Exercise prompt:
Write out all of the data again, precisely as it appears.

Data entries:
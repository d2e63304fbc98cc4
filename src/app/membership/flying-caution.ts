import { ChangeDetectionStrategy, Component, input } from '@angular/core';

/** The flying caution for dues, card and check-in pages, in Padside's words. */
@Component({
  selector: 'ps-flying-caution',
  template: `
    <aside class="ps-caution" role="note" aria-label="Before you fly">
      <strong>Before you fly.</strong>
      Flying at a club launch needs current club dues and a current membership with {{ associationName() }}, which
      carries the insurance. Every flight follows the association's safety code and the local aviation and fire rules.
      High-power motors need the matching certification level. The range safety officer has the final word on every
      flight.
    </aside>
  `,
  changeDetection: ChangeDetectionStrategy.OnPush,
})
export class FlyingCaution {
  readonly associationName = input('your national rocketry association');
}
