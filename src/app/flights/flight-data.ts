/** What the server makes of a flight's altimeter log (server/flights/flight-log): times are seconds from liftoff. */
export interface FlightSummary {
  apogeeMetres: number;
  apogeeFeet?: number;
  apogeeAtSeconds: number;
  maxSpeedMps: number;
  /** Descent rate under the main recovery device; null when the log ends before there is one. */
  descentRateMps: number | null;
  /** Largest accelerometer reading in g (1 g at rest); null when the log has no accelerometer. */
  peakAccelG: number | null;
  /** Null when the log ends before landing. */
  flightTimeSeconds: number | null;
  samples: number;
}

/** One moment of the flight. */
export interface FlightEvent {
  kind: 'liftoff' | 'burnout' | 'apogee' | 'deployment' | 'landing';
  t: number;
}

/** One chart point: seconds from liftoff, smoothed altitude above the pad, vertical speed. */
export interface FlightSeriesPoint {
  t: number;
  altitudeM: number;
  speedMps: number;
}

/** Which columns of a log hold what (the `columns` field of an upload). */
export interface ColumnMapping {
  time: { column: string; unit: 's' | 'ms' };
  pressure: { column: string; unit: 'Pa' | 'hPa' };
  temperature?: { column: string; unit: 'C' };
  acceleration?: { columns: string[]; unit: 'g' | 'm/s2' };
}

/** A flight's analysed log. */
export interface FlightData {
  summary: FlightSummary | null;
  series: FlightSeriesPoint[] | null;
  events: FlightEvent[] | null;
}

/**
 * `GET /api/flights/:id`: the card and, once a log is in, its summary and chart series, either beside the card or
 * under `data` (null before a log is in); the embed reads both.
 */
export interface FlightDetail extends Partial<FlightData> {
  flight: { id: number; rocketName?: string; [key: string]: unknown };
  data?: FlightData | null;
}

/** Event names in Padside's words. */
export const EVENT_LABELS: Record<FlightEvent['kind'], string> = {
  liftoff: 'Liftoff',
  burnout: 'Motor burnout',
  apogee: 'Apogee (highest point)',
  deployment: 'Descent under the main recovery device',
  landing: 'Landing',
};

Solution to this problem:
repository d2e63304fbc98cc4
filename src/app/membership/flying-caution.ts
import { ChangeDetectionStrategy, Component, input } from '@angular/core';

/** The flying caution for dues, card and check-in pages, in Padside's words. */
@Component({
  selector: 'ps-flying-caution',
  template: `
    <aside class="ps-caution" role="note" aria-label="Before you fly">
      <strong>Before you fly.</strong>
      Flying at a club launch needs current club dues and a current membership with {{ associationName() }}, which
      carries the insurance. Every flight follows the association's safety code and the local aviation and fire rules.
      High-power motors need the matching certification level. The range safety officer has the final word on every
      flight.
    </aside>
  `,
  changeDetection: ChangeDetectionStrategy.OnPush,
})
export class FlyingCaution {
  readonly associationName = input('your national rocketry association');
}
filename src/app/flights/flight-data.ts
/** What the server makes of a flight's altimeter log (server/flights/flight-log): times are seconds from liftoff. */
export interface FlightSummary {
  apogeeMetres: number;
  apogeeFeet?: number;
  apogeeAtSeconds: number;
  maxSpeedMps: number;
  /** Descent rate under the main recovery device; null when the log ends before there is one. */
  descentRateMps: number | null;
  /** Largest accelerometer reading in g (1 g at rest); null when the log has no accelerometer. */
  peakAccelG: number | null;
  /** Null when the log ends before landing. */
  flightTimeSeconds: number | null;
  samples: number;
}

/** One moment of the flight. */
export interface FlightEvent {
  kind: 'liftoff' | 'burnout' | 'apogee' | 'deployment' | 'landing';
  t: number;
}

/** One chart point: seconds from liftoff, smoothed altitude above the pad, vertical speed. */
export interface FlightSeriesPoint {
  t: number;
  altitudeM: number;
  speedMps: number;
}

/** Which columns of a log hold what (the `columns` field of an upload). */
export interface ColumnMapping {
  time: { column: string; unit: 's' | 'ms' };
  pressure: { column: string; unit: 'Pa' | 'hPa' };
  temperature?: { column: string; unit: 'C' };
  acceleration?: { columns: string[]; unit: 'g' | 'm/s2' };
}

/** A flight's analysed log. */
export interface FlightData {
  summary: FlightSummary | null;
  series: FlightSeriesPoint[] | null;
  events: FlightEvent[] | null;
}

/**
 * `GET /api/flights/:id`: the card and, once a log is in, its summary and chart series, either beside the card or
 * under `data` (null before a log is in); the embed reads both.
 */
export interface FlightDetail extends Partial<FlightData> {
  flight: { id: number; rocketName?: string; [key: string]: unknown };
  data?: FlightData | null;
}

/** Event names in Padside's words. */
export const EVENT_LABELS: Record<FlightEvent['kind'], string> = {
  liftoff: 'Liftoff',
  burnout: 'Motor burnout',
  apogee: 'Apogee (highest point)',
  deployment: 'Descent under the main recovery device',
  landing: 'Landing',
};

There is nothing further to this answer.